-- Opening Marker --

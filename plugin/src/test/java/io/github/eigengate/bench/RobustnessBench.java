package io.github.eigengate.bench;

import io.github.eigengate.engine.Fixture;
import io.github.eigengate.engine.Gate;
import io.github.eigengate.engine.Report;
import io.github.eigengate.engine.Settings;
import java.io.BufferedWriter;
import java.io.IOException;
import java.nio.charset.StandardCharsets;
import java.nio.file.Files;
import java.nio.file.Path;
import java.util.ArrayList;
import java.util.List;
import java.util.Set;

/**
 * The benchmarks of docs/benchmarks.md, section "Threads, cache and memory" (not a test). Real data only: copies, under
 * distinct ids, of the degree-20 orbit lev389_wt2_o5 of S_2^new(Γ0(389)) with its a_1..a_100 (datasets/bigfields,
 * PARI/GP 2.15.2, fixtures-gp/), and of the level-11 newform's a_1..a_1000 (reference/level11.csv, OEIS A006571).
 *
 * <pre>
 *   RobustnessBench cache FORMS [quick]  degree-20 table of FORMS × 100 rows: cold run, then an unchanged re-run
 *   RobustnessBench threads FORMS   level-11 table of FORMS × 1000 rows at 1 and 2 threads
 *   RobustnessBench memory FORMS    level-11 table of FORMS × 1000 rows, one run (give -Xmx256m)
 * </pre>
 */
public final class RobustnessBench {

    private RobustnessBench() {
    }

    public static void main(String[] args) throws IOException {
        String mode = args[0];
        int forms = Integer.parseInt(args[1]);
        Path dir = Files.createTempDirectory("eigengate-robustness-bench");
        try {
            switch (mode) {
                case "cache" -> cache(dir, forms, args.length > 2 && args[2].equals("quick"));
                case "threads" -> threads(dir, forms);
                case "memory" -> memory(dir, forms);
                default -> throw new IllegalArgumentException("mode: cache, threads or memory");
            }
        } finally {
            try (var all = Files.walk(dir)) {
                for (Path p : all.sorted(java.util.Comparator.reverseOrder()).toList()) {
                    Files.deleteIfExists(p);
                }
            }
        }
    }

    /** With {@code quick} (for big tables): no warm-up and no run without cache; cold is the run writing it. */
    private static void cache(Path dir, int forms, boolean quick) throws IOException {
        Path data = Files.createDirectories(dir.resolve("data"));
        String poly = null;
        for (String l : Files.readAllLines(Fixture.dataset("bigfields").resolve("forms.csv"))) {
            if (l.startsWith("lev389_wt2_o5,")) {
                poly = l.substring(l.lastIndexOf(',') + 1);
            }
        }
        Fixture big = Fixture.of("datasets/bigfields/coefficients.csv");
        List<String> values = new ArrayList<>();
        for (int n = 1; n <= 100; n++) {
            values.add(big.valueOf("lev389_wt2_o5", n));
        }
        try (BufferedWriter w = Files.newBufferedWriter(data.resolve("forms.csv"), StandardCharsets.UTF_8)) {
            w.write("id,level,weight,field\n");
            for (int i = 0; i < forms; i++) {
                w.write("c" + i + ",389,2,\"" + poly + "\"\n");
            }
        }
        try (BufferedWriter w = Files.newBufferedWriter(data.resolve("coefficients.csv"), StandardCharsets.UTF_8)) {
            w.write("form,n,value\n");
            for (int i = 0; i < forms; i++) {
                for (int n = 1; n <= 100; n++) {
                    w.write("c" + i + "," + n + ",\"" + values.get(n - 1) + "\"\n");
                }
            }
        }
        System.out.printf("table: %d rows, %d degree-20 forms, %.1f MB%n", forms * 100L, forms,
                Files.size(data.resolve("coefficients.csv")) / 1e6);
        Path cache = dir.resolve("cache");
        Settings s = new Settings(1000, COPIES, false).withCache(cache);
        if (!quick) {
            time(new Settings(1000, COPIES, false), data); // warm-up of the JVM, not counted
        }
        long cold = quick ? time(s, data) : 0;
        long none = quick ? cold : time(new Settings(1000, COPIES, false), data);
        cold = quick ? cold : time(s, data);
        long warm = Long.MAX_VALUE;
        for (int i = 0; i < 3; i++) {
            warm = Math.min(warm, time(s, data));
        }
        // one changed a_n: that dataset is parsed again, the unchanged forms' results come from the cache
        Path c = data.resolve("coefficients.csv");
        String text = Files.readString(c);
        Files.writeString(c, text.replaceFirst("\nc0,7,\"[^\"]*\"", "\nc0,7,\"" + values.get(6) + " + 0\""));
        long oneChanged = time(s, data);
        if (quick) {
            System.out.printf("cold, writing the cache (no warm-up): %d ms%n", cold / 1_000_000);
        } else {
            System.out.printf("cold without cache (after a warm-up run): %d ms; cold, writing the cache: %d ms%n",
                    none / 1_000_000, cold / 1_000_000);
        }
        System.out.printf("unchanged re-run (best of 3): %d ms = %.1f× faster than cold%n",
                warm / 1_000_000, (double) none / warm);
        System.out.printf("one a_n rewritten (same value): %d ms = %.1f× faster than cold%n",
                oneChanged / 1_000_000, (double) none / oneChanged);
    }

    private static void threads(Path dir, int forms) throws IOException {
        level11(dir, forms);
        long[] best = {Long.MAX_VALUE, Long.MAX_VALUE};
        for (int round = 0; round < 6; round++) { // interleaved, best of 5 after a warm-up round
            for (int t = 1; t <= 2; t++) {
                long ns = time(new Settings(1000, COPIES, false).withThreads(t), dir);
                if (round > 0) {
                    best[t - 1] = Math.min(best[t - 1], ns);
                }
            }
        }
        for (int t = 1; t <= 2; t++) {
            System.out.printf("%d thread%s: %d ms, %,.0f rows/s%n", t, t == 1 ? "" : "s", best[t - 1] / 1_000_000,
                    forms * 1000L * 1e9 / best[t - 1]);
        }
    }

    private static void memory(Path dir, int forms) throws IOException {
        level11(dir, forms);
        System.out.printf("table: %d rows, %.1f MB; max heap %d MB%n", forms * 1000L,
                Files.size(dir.resolve("coefficients.csv")) / 1e6, Runtime.getRuntime().maxMemory() >> 20);
        long ns = time(new Settings(1000, COPIES, false).withThreads(Settings.availableThreads()), dir);
        System.out.printf("passed in %d ms (%,.0f rows/s)%n", ns / 1_000_000, forms * 1000L * 1e9 / ns);
    }

    private static void level11(Path dir, int forms) throws IOException {
        Fixture level11 = Fixture.of("reference/level11.csv");
        try (BufferedWriter w = Files.newBufferedWriter(dir.resolve("forms.csv"), StandardCharsets.UTF_8)) {
            w.write("id,level,weight\n");
            for (int i = 0; i < forms; i++) {
                w.write("copy" + i + ",11,2\n");
            }
        }
        List<String> values = new ArrayList<>();
        for (int n = 1; n <= 1000; n++) {
            values.add(level11.valueOf("f11", n));
        }
        try (BufferedWriter w = Files.newBufferedWriter(dir.resolve("coefficients.csv"), StandardCharsets.UTF_8)) {
            w.write("form,n,value\n");
            for (int i = 0; i < forms; i++) {
                for (int n = 1; n <= 1000; n++) {
                    w.write("copy" + i + "," + n + "," + values.get(n - 1) + "\n");
                }
            }
        }
    }

    /** With {@code -Deigengate.bench.reports=true}: the run as the goal does it, report.html's observer included. */
    /** The tables are copies of one form under distinct ids, which duplicate-orbit rightly refuses. */
    private static final Set<String> COPIES = Set.of("duplicate-orbit");

    private static final boolean REPORTS = Boolean.getBoolean("eigengate.bench.reports");

    private static long time(Settings s, Path dir) {
        long t0 = System.nanoTime();
        Report r;
        try {
            r = REPORTS ? io.github.eigengate.report.GateRun.run(s, List.of(new Gate.Dataset(dir, "bench")),
                    dir.resolveSibling(dir.getFileName() + "-reports"),
                    Set.copyOf(io.github.eigengate.report.ReportFiles.FORMATS), List.of())
                    : new Gate(s).run(List.of(new Gate.Dataset(dir, "bench")));
        } catch (IOException e) {
            throw new java.io.UncheckedIOException(e);
        }
        long ns = System.nanoTime() - t0;
        if (r.failed()) {
            throw new IllegalStateException("real data failed: " + r.findings().get(0).line());
        }
        return ns;
    }
}
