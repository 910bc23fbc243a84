package io.github.eigengate.theory.serre;

import java.util.ArrayList;
import java.util.Collection;
import java.util.Collections;
import java.util.List;
import java.util.Objects;
import java.util.Set;
import java.util.SortedSet;
import java.util.TreeSet;

/**
 * The mod-p weight recipes for an odd ρ̄ : G_Q → GL2(F̄_p), p ≥ 5, described by its
 * {@link LocalShape} at p: Serre's weight k(ρ̄) and the set W(ρ̄) of Serre weights of
 * Buzzard–Diamond–Jarvis, plus the local data of the representation attached to an eigenform of small
 * weight. All arithmetic is on ints with exact modular reduction.
 *
 * <p>How the two recipes fit together (checked exhaustively for 5 ≤ p &lt; 60 by the tests):
 * <pre>
 *   k(ρ̄) = min over σ ∈ W(ρ̄) of minimalWeight(σ),
 * </pre>
 * where {@link #minimalWeight(Weight, int)} is the least k ≥ 2 such that σ is a Jordan–Hölder
 * constituent of Sym^{k−2} F̄_p² restricted to GL2(F_p). This is the usual passage between weights
 * k and Serre weights (Ash–Stevens, Duke Math. J. 53 (1986); BDJ 2010, §3 — from memory). The simpler
 * guess "k(ρ̄) = least r + 2 + s(p + 1)" (a form of weight r + 2 followed by θ^s) is only an upper
 * bound: it ignores that Sym^r ⊗ det^s already occurs in Sym^{2p−2−r+(p+1)·((r+s) mod (p−1))}; for
 * p = 5 and ρ̄|I_p ≅ (ω * ; 0 ω²) non-split, W = {Sym² ⊗ det²}, the guess gives 16 and k(ρ̄) = 8.
 */
public final class SerreWeights {

    private SerreWeights() {
    }

    /**
     * Serre's weight k(ρ̄), in the normalisation 2 ≤ k(ρ̄) ≤ p² − 1.
     *
     * <p>Definition: J.-P. Serre, <i>Sur les représentations modulaires de degré 2 de Gal(Q̄/Q)</i>,
     * Duke Math. J. 54 (1987), §2 (restated as Def. 4.3 in B. Edixhoven, Invent. Math. 109 (1992);
     * sub-section numbers from memory). In Serre's notation ρ̄|I_p ≅ (χ^β * ; 0 χ^α), i.e. β is the
     * exponent of the sub (our a) and α that of the quotient (our b):
     * <ol>
     *   <li>Level 2 (IRREDUCIBLE): write ρ̄|I_p ≅ ω₂^{x+py} ⊕ ω₂^{y+px} with 0 ≤ x &lt; y ≤ p − 1
     *       (possible since n ≢ 0 mod p + 1); then k = 1 + px + y. This is θ^x applied to a
     *       supersingular form of weight y − x + 1.</li>
     *   <li>Level 1, tame (SPLIT): ρ̄|I_p ≅ ω^α ⊕ ω^β with 0 ≤ α, β ≤ p − 2; with x = min, y = max,
     *       k = 1 + px + y. Serre's recipe gives k = 1 exactly when ρ̄ is unramified at p (α = β = 0);
     *       this implementation returns p instead (a weight-1 form times the Hasse invariant
     *       E_{p−1}), so that k ≥ 2 always.</li>
     *   <li>Level 1, not tame (NONSPLIT, TRES): normalise 0 ≤ α ≤ p − 2 and 1 ≤ β ≤ p − 1; with
     *       x = min(α, β), y = max(α, β): k = 1 + px + y, plus p − 1 when β = α + 1 and
     *       ρ̄ ⊗ ω^{−α} is très ramifié (the TRES kind). The range 1 ≤ β ≤ p − 1 is what makes
     *       ρ̄|I_p ≅ (1 * ; 0 1) wild get k = p rather than 1.</li>
     * </ol>
     * Bounds: the least value is 2 (e.g. ω₂ ⊕ ω₂^p, or ω ⊕ 1), the largest p² − 1 (très ramifié with
     * α = p − 2, β = p − 1).
     *
     * @return k(ρ̄) with 2 ≤ k(ρ̄) ≤ p² − 1
     * @throws NullPointerException if rho is null
     */
    public static int serreK(LocalShape rho) {
        Objects.requireNonNull(rho, "rho");
        int p = rho.p();
        switch (rho.kind()) {
            case IRREDUCIBLE: {
                int x = rho.n() % p;
                int y = rho.n() / p;
                return 1 + p * Math.min(x, y) + Math.max(x, y);
            }
            case SPLIT: {
                int k = 1 + p * Math.min(rho.a(), rho.b()) + Math.max(rho.a(), rho.b());
                return k == 1 ? p : k;
            }
            case NONSPLIT:
            case TRES: {
                int alpha = rho.b();
                int beta = rho.a() == 0 ? p - 1 : rho.a();
                int k = 1 + p * Math.min(alpha, beta) + Math.max(alpha, beta);
                return rho.kind() == LocalShape.Kind.TRES ? k + p - 1 : k;
            }
            default:
                throw new AssertionError(rho.kind());
        }
    }

    /**
     * The set W(ρ̄) of Serre weights of K. Buzzard, F. Diamond and F. Jarvis, <i>On Serre's conjecture
     * for mod ℓ Galois representations over totally real fields</i>, Duke Math. J. 155 (2010), §3
     * (Def. 3.1 and the remarks after it), specialised to F = Q, K = Q_p, one embedding.
     *
     * <p>σ = Sym^r ⊗ det^s lies in W(ρ̄) iff ρ̄|G_{Q_p} has a crystalline lift with Hodge–Tate
     * weights {0, r + 1} twisted by s. Over Q_p this means:
     * <ul>
     *   <li>IRREDUCIBLE: ρ̄|I_p ≅ ω₂^m ⊕ ω₂^{pm} with m = s(p + 1) + r + 1, i.e.
     *       n ≡ m or n ≡ pm mod p² − 1. For each of the two residues there is exactly one (r, s), since
     *       m mod p + 1 fixes r + 1 ∈ [1, p]; so |W| = 2. The pair Sym^0 ⊗ det^s and
     *       Sym^{p−1} ⊗ det^s give conjugate m and belong to the same ρ̄.</li>
     *   <li>reducible, ordering (sub, quotient) = (ω^{s+r+1}, ω^s): a ≡ s + r + 1 and b ≡ s mod p − 1
     *       (the ordinary crystalline lift, sub with Hodge–Tate weight r + 1). When a − b ≡ 1, both r = 0
     *       and r = p − 1 solve this; r = 0 (Hodge–Tate weights {0, 1}, finite flat) needs ρ̄ peu
     *       ramifié, so TRES keeps only r = p − 1.</li>
     *   <li>the other ordering (sub, quotient) = (ω^s, ω^{s+r+1}) only has split reductions
     *       (H^1_f(Q_p, Q_p(−r−1)) = 0, so a crystalline extension of ε^{r+1} by an unramified character
     *       splits; for r = p − 2 both orderings give the same weight anyway), so it counts for SPLIT
     *       shapes only: both (a, b) and (b, a) are tried.</li>
     * </ul>
     * Worked consequences (see the tests): the supersingular weight-k form gives
     * {Sym^{k−2}, Sym^{p+1−k} ⊗ det^{k−2}}; the split ordinary weight-k form adds Gross's companion
     * weight Sym^{p−1−k} ⊗ det^{k−1}.
     *
     * @return a non-empty unmodifiable set in canonical order
     * @throws NullPointerException if rho is null
     */
    public static Set<Weight> bdj(LocalShape rho) {
        Objects.requireNonNull(rho, "rho");
        int p = rho.p();
        SortedSet<Weight> out = new TreeSet<>();
        if (rho.isIrreducible()) {
            long q = (long) p * p - 1;
            long n = rho.n();
            out.add(weightOfLevel2Exponent(n, p));
            out.add(weightOfLevel2Exponent((n * p) % q, p));
        } else {
            addOrdinary(out, rho.a(), rho.b(), p, rho.kind() == LocalShape.Kind.TRES);
            if (rho.kind() == LocalShape.Kind.SPLIT) {
                addOrdinary(out, rho.b(), rho.a(), p, false);
            }
        }
        return Collections.unmodifiableSortedSet(out);
    }

    /** The unique (r, s) with s(p + 1) + r + 1 ≡ m mod p² − 1; requires m ≢ 0 mod p + 1. */
    private static Weight weightOfLevel2Exponent(long m, int p) {
        int r1 = (int) (m % (p + 1));
        // m ≡ r + 1 mod p + 1 with r + 1 ∈ [1, p]; then s(p + 1) = m − r − 1 ≥ 0.
        long s = ((m - r1) / (p + 1)) % (p - 1);
        return new Weight(r1 - 1, (int) s);
    }

    /** Adds the σ with (ω^a * ; 0 ω^b) ≅ (ω^{s+r+1} * ; 0 ω^s) on inertia. */
    private static void addOrdinary(Set<Weight> out, int a, int b, int p, boolean tres) {
        int s = b;
        int r = Math.floorMod(a - b - 1, p - 1);
        if (!(r == 0 && tres)) {
            out.add(new Weight(r, s));
        }
        if (r == 0) {
            out.add(new Weight(p - 1, s));
        }
    }

    /**
     * Returns {σ ⊗ det^j : σ ∈ w}, the weights of ρ̄ ⊗ ω^j when w = W(ρ̄).
     *
     * @return an unmodifiable set in canonical order
     * @throws IllegalArgumentException if p is not supported or some member of w is not a weight for p
     */
    public static Set<Weight> twist(Set<Weight> w, int j, int p) {
        Primes.requireSupported(p);
        SortedSet<Weight> out = new TreeSet<>();
        for (Weight x : w) {
            out.add(x.twist(j, p));
        }
        return Collections.unmodifiableSortedSet(out);
    }

    /**
     * The local shape of ρ̄_f for a normalised eigenform f of weight k, level prime to p,
     * 2 ≤ k ≤ p + 1, with 𝔭 | p the prime of reduction.
     * <ul>
     *   <li>supersingular (a_p ≡ 0 mod 𝔭): ρ̄_f|I_p ≅ ω₂^{k−1} ⊕ ω₂^{p(k−1)} (Fontaine; B. Edixhoven,
     *       Invent. Math. 109 (1992), §2, Thm 2.6). For k = p + 1 this is ω₂^p ⊕ ω₂, the same as for
     *       k = 2.</li>
     *   <li>ordinary: ρ̄_f|I_p ≅ (ω^{k−1} * ; 0 1) (Deligne; Edixhoven 1992, Thm 2.5); the caller says
     *       whether * is zero (SPLIT), non-zero and peu ramifié (NONSPLIT), or très ramifié (TRES).</li>
     * </ul>
     * Très ramifié needs ω^{k−1} = ω, i.e. k ∈ {2, p + 1}; but for k = 2 the representation lives in
     * the p-torsion of the Jacobian J_1(N), which has good reduction at p, so ρ̄_f|G_{Q_p} is finite
     * flat and hence peu ramifié (Serre 1987, §2.8 — from memory). So TRES is accepted for k = p + 1
     * only.
     *
     * @param ordinaryKind SPLIT, NONSPLIT or TRES; ignored (may be null) when supersingular
     * @throws IllegalArgumentException if p is not supported, k ∉ [2, p + 1], ordinaryKind is null or
     *     IRREDUCIBLE for an ordinary form, or TRES with k ≠ p + 1
     */
    public static LocalShape fromForm(int p, int k, boolean supersingular, LocalShape.Kind ordinaryKind) {
        requireSmallWeight(p, k);
        if (supersingular) {
            return LocalShape.irreducible(p, k - 1);
        }
        if (ordinaryKind == null || ordinaryKind == LocalShape.Kind.IRREDUCIBLE) {
            throw new IllegalArgumentException(
                    "an ordinary form needs ordinaryKind split, nonsplit or tres, got " + ordinaryKind);
        }
        if (ordinaryKind == LocalShape.Kind.TRES && k != p + 1) {
            throw new IllegalArgumentException("an ordinary form of weight " + k + " (p = " + p
                    + ") cannot be très ramifié at p: that needs ω^{k−1} = ω and k ≠ 2 (weight 2 is finite flat),"
                    + " i.e. k = p + 1 = " + (p + 1));
        }
        return LocalShape.reducible(p, ordinaryKind, k - 1, 0);
    }

    /**
     * The Serre weight Sym^{k−2} ⊗ det^0 of a form of weight k, 2 ≤ k ≤ p + 1. For k = p + 1 this is
     * Sym^{p−1}, which is a different weight from Sym^0 although both have the same central character;
     * k = p + 1 is not reduced to k = 2.
     *
     * @throws IllegalArgumentException if p is not supported or k ∉ [2, p + 1]
     */
    public static Weight weightOfForm(int p, int k) {
        requireSmallWeight(p, k);
        return new Weight(k - 2, 0);
    }

    /**
     * The Jordan–Hölder constituents, with multiplicity, of Sym^m F̄_p² as a representation of
     * GL2(F_p), in canonical order.
     *
     * <p>Method: multiplication by the Dickson invariant θ = X^pY − XY^p (on which GL2(F_p) acts by
     * det) gives 0 → Sym^{m−p−1} ⊗ det → Sym^m → Q_m → 0 for m ≥ p + 1; for m ≥ p the quotient Q_m of
     * Sym^m by θ·Sym^{m−p−1} has dimension p + 1 and constituents Sym^{r₀} and Sym^{p−1−r₀} ⊗ det^{r₀},
     * where r₀ ∈ [1, p − 1], r₀ ≡ m mod p − 1; Sym^m is irreducible for m ≤ p − 1 (D. J. Glover,
     * 1978; Ash–Stevens 1986 — from memory; the tests check this against Brauer characters,
     * Serre, <i>Linear Representations of Finite Groups</i>, §18).
     *
     * @throws IllegalArgumentException if p is not supported or m &lt; 0
     */
    public static List<Weight> symConstituents(int m, int p) {
        Primes.requireSupported(p);
        if (m < 0) {
            throw new IllegalArgumentException("Sym^m needs m ≥ 0, got m = " + m);
        }
        List<Weight> out = new ArrayList<>();
        int level = 0;
        int rest = m;
        while (true) {
            int j = level % (p - 1);
            if (rest <= p - 1) {
                out.add(new Weight(rest, j));
                break;
            }
            int r0 = (rest - 1) % (p - 1) + 1;
            out.add(new Weight(r0, j));
            out.add(new Weight(p - 1 - r0, (j + r0) % (p - 1)));
            if (rest < p + 1) {
                break;
            }
            rest -= p + 1;
            level++;
        }
        Collections.sort(out);
        return Collections.unmodifiableList(out);
    }

    /**
     * The least k ≥ 2 such that σ = Sym^r ⊗ det^s is a constituent of Sym^{k−2} F̄_p²:
     * <pre>
     *   k = 2 + min( r + s(p + 1),  2p − 2 − r + (p + 1)·((r + s) mod (p − 1)) )
     * </pre>
     * the second term only for r ≤ p − 2. Derivation from {@link #symConstituents(int, int)}: the
     * constituents of Sym^m are those of det^j ⊗ Q_{m−j(p+1)} for each level j with m − j(p + 1) ≥ p,
     * and det^j ⊗ Sym^{m−j(p+1)} at the last level if m − j(p + 1) ≤ p − 1. σ occurs as the last
     * level with j = s (first term), as the first constituent of det^s ⊗ Q_{m'} with m' = r + p − 1
     * (never better), or as the second constituent det^{j+r₀} ⊗ Sym^{p−1−r₀} with r₀ = p − 1 − r,
     * j ≡ r + s and least m' = 2p − 2 − r (second term).
     *
     * @throws IllegalArgumentException if p is not supported or σ is not a weight for p
     */
    public static int minimalWeight(Weight sigma, int p) {
        Primes.requireSupported(p);
        Objects.requireNonNull(sigma, "sigma");
        if (!sigma.isWeightFor(p)) {
            throw new IllegalArgumentException(sigma + " is not a Serre weight for p = " + p);
        }
        int r = sigma.r();
        int s = sigma.s();
        int m = r + s * (p + 1);
        if (r <= p - 2) {
            m = Math.min(m, 2 * p - 2 - r + (p + 1) * ((r + s) % (p - 1)));
        }
        return m + 2;
    }

    /**
     * The least {@link #minimalWeight(Weight, int)} over a non-empty set of weights; for w = W(ρ̄) this
     * equals {@link #serreK(LocalShape)}.
     *
     * @throws IllegalArgumentException if w is empty or contains a non-weight for p
     */
    public static int minimalWeight(Collection<Weight> w, int p) {
        if (w.isEmpty()) {
            throw new IllegalArgumentException("no minimal weight for the empty set of Serre weights");
        }
        int best = Integer.MAX_VALUE;
        for (Weight sigma : w) {
            best = Math.min(best, minimalWeight(sigma, p));
        }
        return best;
    }

    private static void requireSmallWeight(int p, int k) {
        Primes.requireSupported(p);
        if (k < 2 || k > p + 1) {
            throw new IllegalArgumentException(
                    "weight k = " + k + " is outside 2 ≤ k ≤ p + 1 = " + (p + 1) + " for p = " + p);
        }
    }
}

-- Closing Marker --

**EXERCISE REQUIREMENTS:** Which lines in the records above contain the word "unramified"? Return each of them.

**RESPONSE FOR THIS EXERCISE:**
     *       k = 1 + px + y. Serre's recipe gives k = 1 exactly when ρ̄ is unramified at p (α = β = 0);
     *       (H^1_f(Q_p, Q_p(−r−1)) = 0, so a crystalline extension of ε^{r+1} by an unramified character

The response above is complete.